Polymerase chain reaction (PCR) can also be employed to amplify specific ESBL genes in putative ESBL-producing bacteria. The template for the phenotypic detection of ESBL production in clinical isolates in the microbiology laboratory is shown in Figure 1.

Figure 1. Template for double disk synergy test (DDST) for Phenotypic ESBL detection
KEY: CTX = Cefotaxime (30 µg): AMC = Amoxycillin-clavulanic acid (20/10 µg): CAZ = Ceftazidime (30 µg)

ESBL positive bacteria produce a characteristic shape known as the keyhole effect in vitro on culture media plate; and this feature which is caused by the activity of a beta-lactamase inhibitor (e.g. clavulanic acid) is usually used to infer the presence of an ESBL phenotypically (Figure 2).

Figure 2. Double disk synergy test (DDST) for phenotypic detection of ESBL enzymes from pathogenic bacteria (e.g. E. coli).

The DDST technique is performed by inoculating a Mueller-Hinton (MH) agar plate with the test bacteria (adjusted to 0.5 McFarland turbidity standards) as per the CLSI criteria. The MH plate is allowed to dry for about 5 minutes and a central disk (amoxicillin-clavulanic acid) is placed on the plate. Third generation cephalosporins (e.g. ceftazidime and cefotaxime) are placed 15 mm away from the central disk, and the plates incubated at 37oC for 24 hrs. DDST is inferred to be positive if there is an enlargement of the zones of inhibition (> 5 mm) of any of the cephalosporins. The zone of inhibition of cephalosporins is normally enhanced in the presence of a beta-lactamase inhibitor (in this case, amoxicillin-clavulanic acid).  

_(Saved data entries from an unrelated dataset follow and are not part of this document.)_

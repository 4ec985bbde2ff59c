/* calplot.h - `sedgrade cal show|fit --plot FORMAT`: a chart of each part of a
 * calibration entry (observations, the fitted line or mean, residuals),
 * drawn by plot.h's sg_plot_fit_write. */
#ifndef SEDGRADE_CLI_CALPLOT_H
#define SEDGRADE_CLI_CALPLOT_H

#include <stdbool.h>
#include <stddef.h>

#include "sedgrade/calib.h"
#include "sedgrade/plot.h"

/* Writes the chart of res (part res->part of entry i of ins) into out_dir
 * as "<label>.<part>.<ext>" (label from sg_cal_entry_label, '@' and '#'
 * written '_'), and prints "  chart: <path>" to stdout. The line drawn is
 * the one the residuals are taken from (fit, mean, or reading = reference
 * for a scale check). Returns the exit status: SG_EXIT_OK, or, with the
 * problem printed to stderr, SG_EXIT_IO when the file cannot be written
 * (the status of sg_cli_exit_for). */
int sg_cli_cal_plot(const struct sg_cal_instrument *ins, size_t i, const struct sg_cal_result *res,
                     enum sg_plot_format fmt, const char *out_dir);

#endif
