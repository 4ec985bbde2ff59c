/* progress.h - a progress line on stderr for long batches ("  reduced
 * 1234/10000"), shown only when stderr is a terminal, so logs and pipes
 * never see it.
 *
 * Not locked itself: call every function with the lock that serialises the
 * program's stderr held (the batch's), so the line and other messages do
 * not mix. Before printing any other message while a batch runs, call
 * sg_progress_clear() so the message starts on a clean line. */
#ifndef SEDGRADE_CLI_PROGRESS_H
#define SEDGRADE_CLI_PROGRESS_H

#include <stdbool.h>
#include <stddef.h>

/* The line appears only once a batch has run this long, s (a quick run
 * never flashes it), and is redrawn at most every SG_PROGRESS_PERIOD_S. */
#define SG_PROGRESS_DELAY_S 0.5
#define SG_PROGRESS_PERIOD_S 0.1

struct sg_progress {
    bool on;          /* stderr is a terminal and there is more than one item */
    bool shown;       /* a progress line is on the screen now */
    size_t done, total;
    const char *what; /* past participle: "reduced" */
    double start_s, last_s;
};

/* Starts counting total items; what must outlive p. */
void sg_progress_init(struct sg_progress *p, size_t total, const char *what);

/* Sets the count done (0..total) and redraws the line when due. */
void sg_progress_update(struct sg_progress *p, size_t done);

/* One more item done (sg_progress_update(p, done + 1)). */
void sg_progress_step(struct sg_progress *p);

/* Erases the line, if shown, so another message can be printed. */
void sg_progress_clear(struct sg_progress *p);

/* Erases the line at the end of the batch; p can be initialised again. */
void sg_progress_finish(struct sg_progress *p);

#endif
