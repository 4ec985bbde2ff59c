/* progress.c - the progress line of long batches, on a terminal only. */
#include "cli/progress.h"

#include <stdio.h>
#include <time.h>
#include <unistd.h>

static double now_s(void)
{
    struct timespec ts;
    if (clock_gettime(CLOCK_MONOTONIC, &ts) != 0)
        return 0.0;
    return (double)ts.tv_sec + (double)ts.tv_nsec * 1e-9;
}

void sg_progress_init(struct sg_progress *p, size_t total, const char *what)
{
    p->on = total > 1 && isatty(STDERR_FILENO) == 1;
    p->shown = false;
    p->done = 0;
    p->total = total;
    p->what = what;
    p->start_s = p->on ? now_s() : 0.0;
    p->last_s = 0.0;
}

void sg_progress_update(struct sg_progress *p, size_t done)
{
    p->done = done < p->total ? done : p->total;
    if (!p->on)
        return;
    const double t = now_s();
    if (t - p->start_s < SG_PROGRESS_DELAY_S)
        return;
    if (p->shown && t - p->last_s < SG_PROGRESS_PERIOD_S && p->done < p->total)
        return;
    /* \r back to the start of the line, ESC [ K erases what a longer line left */
    fprintf(stderr, "\r\033[K  %s %zu/%zu", p->what, p->done, p->total);
    fflush(stderr);
    p->shown = true;
    p->last_s = t;
}

void sg_progress_step(struct sg_progress *p)
{
    sg_progress_update(p, p->done + 1);
}

void sg_progress_clear(struct sg_progress *p)
{
    if (!p->shown)
        return;
    fputs("\r\033[K", stderr);
    fflush(stderr);
    p->shown = false;
}

void sg_progress_finish(struct sg_progress *p)
{
    sg_progress_clear(p);
    p->on = false;
}
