static enum sg_status split_rows(const char *text, size_t len, struct rowset *rs, struct sg_error *err)
{
    memset(rs, 0, sizeof *rs);
    if (len > SG_CALIBIO_FILE_MAX)
        return sg_error_set(err, SG_ELIMIT, 0, 0, "file of %zu bytes is larger than the %u-byte limit", len,
                            SG_CALIBIO_FILE_MAX);
    if (len >= 2 && (((unsigned char)text[0] == 0xFF && (unsigned char)text[1] == 0xFE) ||
                     ((unsigned char)text[0] == 0xFE && (unsigned char)text[1] == 0xFF)))
        return sg_error_set(err, SG_EPARSE, 1, 1, "the file is UTF-16 text, not UTF-8 (save the file as UTF-8)");
    size_t at = 0;
    if (len >= 3 && (unsigned char)text[0] == 0xEF && (unsigned char)text[1] == 0xBB &&
        (unsigned char)text[2] == 0xBF)
        at = 3;
    unsigned line = 0;
    while (at < len) {
        line++;
        const char *nl = memchr(text + at, '\n', len - at);
        size_t end = nl ? (size_t)(nl - text) : len;
        const size_t next = nl ? end + 1 : len;
        if (end > at && text[end - 1] == '\r')
            end--;
        const char *s = text + at;
        const size_t n = end - at;
        at = next;
        if (memchr(s, '\0', n) != NULL)
            return sg_error_set(err, SG_EPARSE, line, (unsigned)((const char *)memchr(s, '\0', n) - s) + 1,
                                "the line contains a NUL byte (the file is not text; save it as CSV)");
        if (memchr(s, '\r', n) != NULL)
            return sg_error_set(err, SG_EPARSE, line, (unsigned)((const char *)memchr(s, '\r', n) - s) + 1,
                                "stray carriage return inside the line (save the file with LF or CRLF line ends)");
        const enum sg_status tst = check_text(s, n, line, err);
        if (tst != SG_OK)
            return tst;
        size_t k = 0;
        while (k < n && (s[k] == ' ' || s[k] == '\t'))
            k++;
        if (k == n)
            continue; /* blank line */
        struct row *r = rowset_push(rs, line);
        if (r == NULL)
            return sg_error_set(err, SG_ENOMEM, line, 1, "out of memory reading the register");
        if (s[k] == '#') {
            r->comment = true;
            r->raw = malloc(n + 1);
            if (r->raw == NULL)
                return sg_error_set(err, SG_ENOMEM, line, 1, "out of memory reading the register");
            memcpy(r->raw, s, n);
            r->raw[n] = '\0';
            continue;
        }
        if (rs->delim == 0) {
            rs->delim = detect_delim(s, n);
            if (rs->delim == 0)
                rs->delim = ',';
        }
        const enum sg_status st = parse_line(s, n, rs->delim, r, err);
        if (st != SG_OK)
            return st;
    }
    return SG_OK;
}

/* ---- field readers ------------------------------------------------------------------ */

struct reader {
    struct rowset rs;
    enum sg_calibio_mode mode;
    struct sg_cal_instrument *ins;
    struct sg_cal_event ev; /* the event being read */
    bool in_event;
    struct sg_error *err;
};

static const char *const known_rows[] = {
    "instrument", "kind",        "maker",      "model",          "serial",         "location",
    "note",       "scale",       "range",      "division",       "nominal_ml",     "event",
    "by",         "reviewed_by", "method",     "reference",      "cylinder",       "thermometer",
    "dispersant", "due",         "limit",      "water_temp_c",   "air_density_g_ml", "weights_density_g_ml",
    "expansion_per_k", "bulb_volume_ml", "bulb_length_mm", "neck_mm", "meniscus", "blank", "scale_ref",
    "scale_liquid", "graduation", "delivery", "ice_point", "comparison"};

static size_t edit_distance(const char *a, const char *b)
{
    size_t la = strlen(a), lb = strlen(b);
    if (la > 40 || lb > 40)
        return 99;
    size_t d[41][41];
    for (size_t i = 0; i <= la; i++)
        d[i][0] = i;
    for (size_t j = 0; j <= lb; j++)
        d[0][j] = j;
    for (size_t i = 1; i <= la; i++)
        for (size_t j = 1; j <= lb; j++) {
            size_t best = d[i - 1][j] + 1;
            if (d[i][j - 1] + 1 < best)
                best = d[i][j - 1] + 1;
            const size_t sub = d[i - 1][j - 1] + (tolower((unsigned char)a[i - 1]) != b[j - 1]);
            if (sub < best)
                best = sub;
            d[i][j] = best;
        }
    return d[la][lb];
}

static const char *nearest_row(const char *key)
{
    const char *best = known_rows[0];
    size_t bd = 99;
    for (size_t i = 0; i < sizeof known_rows / sizeof known_rows[0]; i++) {
        const size_t d = edit_distance(key, known_rows[i]);
        if (d < bd) {
            bd = d;
            best = known_rows[i];
        }
    }
    return best;
}

static enum sg_status want_fields(const struct reader *rd, const struct row *r, size_t lo, size_t hi,
                                  const char *shape)
{
    if (r->nf < lo || r->nf > hi) {
        const unsigned col = r->nf > hi ? r->f[hi].col : r->f[r->nf - 1].col;
        return sg_error_set(rd->err, SG_EPARSE, r->line, col,
                            "'%s' row has %zu fields, expected %s (write it as '%s'; quote a text that contains "
                            "the separator)",
                            r->f[0].text, r->nf, lo == hi ? (lo == 2 ? "2" : "3") : "2 or 3", shape);
    }
    return SG_OK;
}

static enum sg_status read_number(const struct reader *rd, struct row *r, size_t i, double lo, double hi,
                                  const char *unit, double *out)
{
    const struct field *f = &r->f[i];
    char tmp[64];
    const size_t n = strlen(f->text);
    bool ok = n > 0 && n < sizeof tmp;
    size_t commas = 0;
    for (size_t j = 0; ok && j < n; j++) {
        const char c = f->text[j];
        if (c == ',' && rd->rs.delim == ';') {
            commas++;
            tmp[j] = '.';
        } else if (isdigit((unsigned char)c) || c == '.' || c == '+' || c == '-' || c == 'e' || c == 'E') {
            tmp[j] = c;
        } else {
            ok = false;
        }
    }
    double v = 0.0;
    if (ok && commas <= 1) {
        tmp[n] = '\0';
        char *end = NULL;
        errno = 0;
        v = strtod(tmp, &end);
        ok = end == tmp + n && errno != ERANGE && isfinite(v);
    } else {
        ok = false;
    }
    if (!ok)
        return sg_error_set(rd->err, SG_EPARSE, r->line, f->col, "'%.40s' is not a number (write it as e.g. 12.5)",
                            f->text);
    if (v < lo || v > hi)
        return sg_error_set(rd->err, SG_EINVAL, r->line, f->col,
                            "%s %g %s is outside %g to %g %s (check the value and its unit)", r->f[0].text, v, unit,
                            lo, hi, unit);
    r->numeric |= 1u << i;
    *out = v;
    return SG_OK;
}

static enum sg_status read_text(const struct reader *rd, const struct row *r, size_t i, char *dst, size_t size)
{
    const struct field *f = &r->f[i];
    const size_t n = strlen(f->text);
    if (n == 0)
        return sg_error_set(rd->err, SG_EINVAL, r->line, f->col, "'%s' is empty (give a value or drop the row)",
                            r->f[0].text);
    if (n >= size)
        return sg_error_set(rd->err, SG_ELIMIT, r->line, f->col, "'%s' text of %zu characters is longer than %zu",
                            r->f[0].text, n, size - 1);
    memcpy(dst, f->text, n + 1);
    return SG_OK;
}
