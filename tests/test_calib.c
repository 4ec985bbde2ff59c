/* test_calib.c - the calibration register's core: fits against METHODS.md
 * check values and hand calculations, acceptance decisions, validation,
 * entries in force and status on a date. */
#include <criterion/criterion.h>
#include <gsl/gsl_errno.h>
#include <math.h>
#include <string.h>

#include "sedgrade/calib.h"
#include "sedgrade/water.h"

static void setup(void)
{
    gsl_set_error_handler_off();
}

TestSuite(calib, .init = setup);

/* ---- helpers: instruments built in memory ---------------------------------- */

static struct sg_date D(int y, int m, int d)
{
    struct sg_date x = {y, m, d};
    return x;
}

static void ins_new(struct sg_cal_instrument *ins, const char *id, enum sg_cal_kind kind)
{
    sg_cal_instrument_init(ins);
    (void)snprintf(ins->id, sizeof ins->id, "%s", id);
    ins->kind = kind;
    ins->line = 1;
}

/* Starts an event; observations and limits are added to *ev, then ev_push. */
static void ev_new(struct sg_cal_event *ev, struct sg_date date, enum sg_cal_event_type type, struct sg_date due)
{
    sg_cal_event_init(ev);
    ev->date = date;
    ev->type = type;
    ev->line = 10;
    (void)snprintf(ev->by, sizeof ev->by, "tester");
    if (sg_cal_event_is_entry(type)) {
        (void)snprintf(ev->method, sizeof ev->method, "test method");
        ev->has_due = true;
        ev->due = due;
    }
}

static void obs(struct sg_cal_event *ev, enum sg_cal_obs_kind kind, double x, double y)
{
    struct sg_cal_obs o = {.kind = kind, .x = x, .y = y, .pos = {20, 1}};
    cr_assert_eq(sg_cal_event_add_obs(ev, o, NULL), SG_OK);
}

static void limit(struct sg_cal_event *ev, const char *name, double value)
{
    struct sg_cal_limit *l = &ev->limits[ev->n_limits++];
    memset(l, 0, sizeof *l);
    (void)snprintf(l->name, sizeof l->name, "%s", name);
    l->value = value;
    l->pos.line = 30;
    l->pos.col = 7;
}

static void ev_push(struct sg_cal_instrument *ins, struct sg_cal_event *ev)
{
    cr_assert_eq(sg_cal_instrument_add_event(ins, ev, NULL), SG_OK);
}

/* The ASTM 152H geometry (METHODS.md 3.3, 13.3 #29-#33): V_B = 67 cm3, L2 =
 * 14.0 cm, L1 = 10.5 cm at R = 0 and 2.3 cm at R = 50 (D422 Table 2, from
 * memory); the R = 25 point linearly interpolated (6.4 cm, derived). */
static void depth_event_152h(struct sg_cal_event *ev, struct sg_date date, struct sg_date due)
{
    ev_new(ev, date, SG_CAL_EV_CALIBRATION, due);
    (void)snprintf(ev->cylinder, sizeof ev->cylinder, "CY");
    obs(ev, SG_CAL_OBS_BULB_VOLUME, 67.0, 0.0);
    obs(ev, SG_CAL_OBS_BULB_LENGTH, 140.0, 0.0);
    obs(ev, SG_CAL_OBS_NECK, 0.0, 105.0);
    obs(ev, SG_CAL_OBS_NECK, 25.0, 64.0);
    obs(ev, SG_CAL_OBS_NECK, 50.0, 23.0);
    obs(ev, SG_CAL_OBS_MENISCUS, 0.0, 1.0);
    limit(ev, "depth_residual_mm", 0.5);
    limit(ev, "meniscus_spread", 1.0);
}

static void hydrometer_152h(struct sg_cal_instrument *ins)
{
    ins_new(ins, "H152", SG_CAL_HYDROMETER);
    ins->scale = SG_SCALE_G_PER_L;
    ins->has_division = true;
    ins->division = 1.0;
    struct sg_cal_event ev;
    depth_event_152h(&ev, D(2020, 1, 12), D(2030, 1, 12));
    ev_push(ins, &ev);
}

/* ---- elementary fits ----------------------------------------------------- */

Test(calib, line_fit_hand_calculation)
{
    /* Hand calculation: x = 16, 20, 24, 28; y = 3.0, 2.5, 1.5, 0.5.
     * xbar = 22, ybar = 1.875, Sxx = 80, Sxy = -17 -> c1 = -0.2125,
     * c0 = 6.55; residuals -0.15, +0.20, +0.05, -0.10; SSR = 0.075,
     * s^2 = 0.0375; var(c1) = s^2/Sxx = 4.6875e-4; var(c0) = s^2 (1/n +
     * xbar^2/Sxx) = 0.23625; cov = -xbar s^2/Sxx = -0.0103125. */
    const double x[] = {16.0, 20.0, 24.0, 28.0}, y[] = {3.0, 2.5, 1.5, 0.5};
    struct sg_cal_line l;
    double res[4];
    cr_assert_eq(sg_cal_fit_line(x, y, 4, &l, res, NULL), SG_OK);
    cr_assert_float_eq(l.c1, -0.2125, 1e-12);
    cr_assert_float_eq(l.c0, 6.55, 1e-12);
    cr_assert_float_eq(res[0], -0.15, 1e-12);
    cr_assert_float_eq(res[1], 0.20, 1e-12);
    cr_assert_float_eq(res[2], 0.05, 1e-12);
    cr_assert_float_eq(res[3], -0.10, 1e-12);
    cr_assert_float_eq(l.sumsq, 0.075, 1e-12);
    cr_assert_float_eq(l.s, sqrt(0.0375), 1e-12);
    cr_assert_float_eq(l.cov11, 4.6875e-4, 1e-12);
    cr_assert_float_eq(l.cov00, 0.23625, 1e-12);
    cr_assert_float_eq(l.cov01, -0.0103125, 1e-12);
    cr_assert_float_eq(sg_cal_line_eval(&l, 22.0), 1.875, 1e-12);
    /* u at xbar = s/sqrt(n) (hand: sqrt(0.0375/4) = 0.0968246). */
    cr_assert_float_eq(sg_cal_line_u(&l, 22.0), sqrt(0.0375 / 4.0), 1e-9);
}

Test(calib, line_fit_two_points_has_no_scatter)
{
    const double x[] = {0.0, 50.0}, y[] = {105.0, 23.0};
    struct sg_cal_line l;
    cr_assert_eq(sg_cal_fit_line(x, y, 2, &l, NULL, NULL), SG_OK);
    cr_assert_float_eq(l.c1, -1.64, 1e-12); /* (23 - 105)/50, hand */
    cr_assert_float_eq(l.s, 0.0, 0.0);
    cr_assert_float_eq(l.cov00, 0.0, 0.0);
}

Test(calib, line_fit_errors)
{
    const double x[] = {1.0, 1.0, 1.0}, y[] = {1.0, 2.0, 3.0}, bad[] = {1.0, (double)NAN, 3.0};
    struct sg_cal_line l;
    struct sg_error err;
    cr_assert_eq(sg_cal_fit_line(x, y, 1, &l, NULL, &err), SG_EINVAL);
    cr_assert_eq(sg_cal_fit_line(x, y, 3, &l, NULL, &err), SG_EINVAL);
    cr_assert(strstr(err.msg, "two different") != NULL, "%s", err.msg);
    cr_assert_eq(sg_cal_fit_line(y, bad, 3, &l, NULL, &err), SG_EINVAL);
    cr_assert(strstr(err.msg, "finite") != NULL, "%s", err.msg);
}

Test(calib, depth_rise_term)
{
    /* METHODS.md 3.3: V_B/A = 67/27.8 = 2.41 cm; 0.5 (14.0 - 2.41) = 5.795 cm (derived). */
    cr_assert_float_eq(sg_cal_depth_rise_term_mm(67.0, 140.0, 2780.0), 0.5 * (140.0 - 67000.0 / 2780.0), 1e-12);
    cr_assert_float_eq(sg_cal_depth_rise_term_mm(67.0, 140.0, 2780.0), 57.95, 0.01);
    cr_assert(isnan(sg_cal_depth_rise_term_mm(0.0, 140.0, 2780.0)));
    cr_assert(isnan(sg_cal_depth_rise_term_mm(67.0, 140.0, (double)NAN)));
}

/* ---- depth (METHODS.md 3.3 / 10.1 / 13.3) ----------------------------------- */

Test(calib, depth_152h_line_methods_13_3)
{
    struct sg_cal_instrument ins;
    hydrometer_152h(&ins);
    struct sg_cal_result r;
    cr_assert_eq(sg_cal_evaluate(&ins, &ins.events[0], SG_CAL_PART_DEPTH, 2780.0, &r, NULL), SG_OK);
    cr_assert(r.has_intercept);
    /* METHODS.md 13.3 #31: L = 16.295 - 0.164 R cm, tolerance 1e-3 cm. */
    cr_assert_float_eq(r.line.c0 / 10.0, 16.295, 1e-3);
    cr_assert_float_eq(r.line.c1 / 10.0, -0.164, 1e-6);
    /* #31: L(50) = 8.095 cm. */
    cr_assert_float_eq(sg_cal_line_eval(&r.line, 50.0) / 10.0, 8.095, 1e-3);
    /* #29: R = 0 -> 16.3 cm (Murthy eq. 3.29, read 36), tolerance 0.05 cm. */
    cr_assert_float_eq(sg_cal_line_eval(&r.line, 0.0) / 10.0, 16.3, 0.05);
    /* #30: R = 25 -> 12.2 cm (152H table copy, read), tolerance 0.05 cm. */
    cr_assert_float_eq(sg_cal_line_eval(&r.line, 25.0) / 10.0, 12.2, 0.05);
    /* #33: the 152H table of METHODS.md 3.3 for R = 0..60 (derived), 1e-3 cm. */
    for (int R = 0; R <= 60; R++)
        cr_assert_float_eq(sg_cal_line_eval(&r.line, R) / 10.0, 16.295 - 0.164 * R, 1e-3, "R = %d", R);
    cr_assert(r.accepted);
    cr_assert(strncmp(r.decision, "accepted", 8) == 0, "%s", r.decision);
    cr_assert_float_eq(r.worst, 0.0, 1e-9);
    sg_cal_instrument_release(&ins);
}
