Test(summary, semilog_line_hand_values)
{
    for (int m = 0; m < 2; m++) {
        struct sg_result res;
        sg_result_init(&res);
        line_curve(&res, m ? SG_INTERP_MONOTONE : SG_INTERP_LOGLINEAR, NULL);
        const double tol = m ? 1e-9 : 1e-12;
        /* D_p = 0.1 * 10^((p - 50)/25) mm: D10 = 0.1 * 10^-1.6 (derived) */
        cr_assert(rel(val(&res, "d10_mm"), 0.1 * pow(10.0, -1.6)) < tol);
        cr_assert(rel(val(&res, "d10_mm"), 0.00251188643150958) < tol); /* python3 */
        cr_assert(rel(val(&res, "d15_mm"), 0.1 * pow(10.0, -1.4)) < tol);
        cr_assert(rel(val(&res, "d30_mm"), 0.1 * pow(10.0, -0.8)) < tol);
        cr_assert(rel(val(&res, "d50_mm"), 0.1) < tol);
        cr_assert(rel(val(&res, "d60_mm"), 0.1 * pow(10.0, 0.4)) < tol);
        cr_assert(rel(val(&res, "d85_mm"), 0.1 * pow(10.0, 1.4)) < tol);
        /* Cu = D60/D10 = 10^2; Cc = D30^2/(D10 D60) = 10^-0.4 (METHODS.md 7.1) */
        cr_assert(rel(val(&res, "cu"), 100.0) < tol);
        cr_assert(rel(val(&res, "cc"), pow(10.0, -0.4)) < tol);
        cr_assert(rel(val(&res, "cc"), 0.398107170553497) < tol); /* python3 */
        /* ISO fractions (METHODS.md 8.1): 25 log10 of the size ratios */
        cr_assert_float_eq(val(&res, "clay_pct"), line_p(0.002), 1e-9);
        cr_assert_float_eq(val(&res, "clay_pct"), 7.52574989159953, 1e-9); /* 50 + 25 log10 0.02 */
        cr_assert_float_eq(val(&res, "silt_pct"), 25.0 * log10(0.063 / 0.002), 1e-9);
        cr_assert_float_eq(val(&res, "sand_pct"), 25.0 * log10(2.0 / 0.063), 1e-9);
        /* gravel: P(63) = 100 because the coarsest point (10 mm) is at 100 % */
        cr_assert_float_eq(val(&res, "gravel_pct"), 100.0 - line_p(2.0), 1e-9);
        cr_assert_float_eq(val(&res, "fines_pct"), line_p(0.075), 1e-9);
        cr_assert_float_eq(val(&res, "fines_pct"), 46.8765316, 1e-6); /* 50 + 25 log10 0.75 */
        /* USDA on the fraction finer than 2 mm (METHODS.md 8.4) */
        const double p2 = line_p(2.0), p005 = line_p(0.05), p0002 = line_p(0.002);
        cr_assert_float_eq(val(&res, "usda_sand_pct"), 100.0 * (p2 - p005) / p2, 1e-9);
        cr_assert_float_eq(val(&res, "usda_silt_pct"), 100.0 * (p005 - p0002) / p2, 1e-9);
        cr_assert_float_eq(val(&res, "usda_clay_pct"), 100.0 * p0002 / p2, 1e-9);
        cr_assert_float_eq(val(&res, "usda_sand_pct") + val(&res, "usda_silt_pct") + val(&res, "usda_clay_pct"),
                           100.0, 1e-9);
        /* 48.5 / 42.3 / 9.1: 7 <= cl < 27, 28 <= si < 50, sa <= 52 -> loam */
        cr_assert_str_eq(txt(&res, "usda_texture"), "loam");
        cr_assert(strstr(qty(&res, "usda_texture")->note, "rock fragments") != NULL);
        /* frost screen and passing sieves */
        cr_assert_float_eq(val(&res, "finer_0_02_mm_pct"), line_p(0.02), 1e-9);
        cr_assert_float_eq(val(&res, "passing_2_00_mm_pct"), line_p(2.0), 1e-9);
        cr_assert_float_eq(val(&res, "passing_0_425_mm_pct"), line_p(0.425), 1e-9);
        cr_assert_float_eq(val(&res, "passing_0_075_mm_pct"), line_p(0.075), 1e-9);
        /* 46.9 % fines: silty/clayey, grading not used (ASTM D2487) */
        cr_assert_str_eq(txt(&res, "uscs_grading"), "not applicable, fines over 12 %");
        undet(&res, "uscs_group", "SM, SC or SC-SM");
        /* Cc 0.40 < 0.5: gap-graded by the ISO 14688-2 limits */
        cr_assert_str_eq(txt(&res, "iso_grading"), "gap-graded");
        undet(&res, "junction_gap_pct", "no sieve points");
        sg_result_release(&res);
    }
}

Antibiotic disks of amoxycillin-clavulanic acid (20/10 µg) is placed at the center of a Mueller-Hinton (MH) agar plate, and antibiotic disks containing cefotaxime (30 µg) and ceftazidime (30 µg) is each placed at a distance of 15 mm (center to enter) from the central disc, amoxycillin-clavulanic acid 20/10 µg (as shown in Figure 1). Incubate the plates in the incubator at 37oC for 18-24 hrs. ESBL production is inferred phenotypically when the zones of inhibition of the cephalosporins (cefotaxime 30 µg and ceftazidime 30 µg) were expanded by the amoxycillin-clavulanic acid disk (20/10 µg), thus showing a key hole effect. A ≥ 5 mm increase in the inhibition zone diameter for either of the cephalosporins (ceftazidime and cefotaxime) tested in combination with amoxycillin-clavulanic acid versus its zone when tested alone confirms ESBL production phenotypically.